WORK TASK:
Each line in the records below that has the word "export" should be copied.
===============
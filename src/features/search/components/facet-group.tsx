import { useId } from 'react';
import { Checkbox } from '@/components/checkbox';

export interface FacetGroupProps {
  title: string;
  /** Values to offer, in display order, with their labels. */
  values: readonly { value: string; label: string }[];
  counts: Record<string, number>;
  selected: readonly string[];
  onChange: (selected: string[]) => void;
}

/** A titled list of checkboxes, each with its count; values with no matches are left out unless ticked. */
export function FacetGroup({ title, values, counts, selected, onChange }: FacetGroupProps) {
  const id = useId();
  const shown = values.filter((v) => (counts[v.value] ?? 0) > 0 || selected.includes(v.value));
  if (!shown.length) return null;
  const toggle = (value: string, on: boolean) =>
    onChange(on ? [...selected, value] : selected.filter((v) => v !== value));
  return (
    <fieldset className="min-w-0" aria-describedby={`${id}-hint`}>
      <legend className="text-sm font-semibold text-ink">{title}</legend>
      <p id={`${id}-hint`} className="sr-only">Ticking several values finds passages with any of them.</p>
      <ul className="mt-2 space-y-1.5">
        {shown.map((v) => (
          <li key={v.value} className="flex items-start justify-between gap-3">
            <Checkbox
              label={v.label}
              checked={selected.includes(v.value)}
              onChange={(e) => toggle(v.value, e.target.checked)}
            />
            <span className="figures pt-0.5 text-sm text-ink-muted">
              {counts[v.value] ?? 0}
              <span className="sr-only"> passages</span>
            </span>
          </li>
        ))}
      </ul>
    </fieldset>
  );
}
===============
ANSWER TO THE EXERCISE:
export interface FacetGroupProps {
export function FacetGroup({ title, values, counts, selected, onChange }: FacetGroupProps) {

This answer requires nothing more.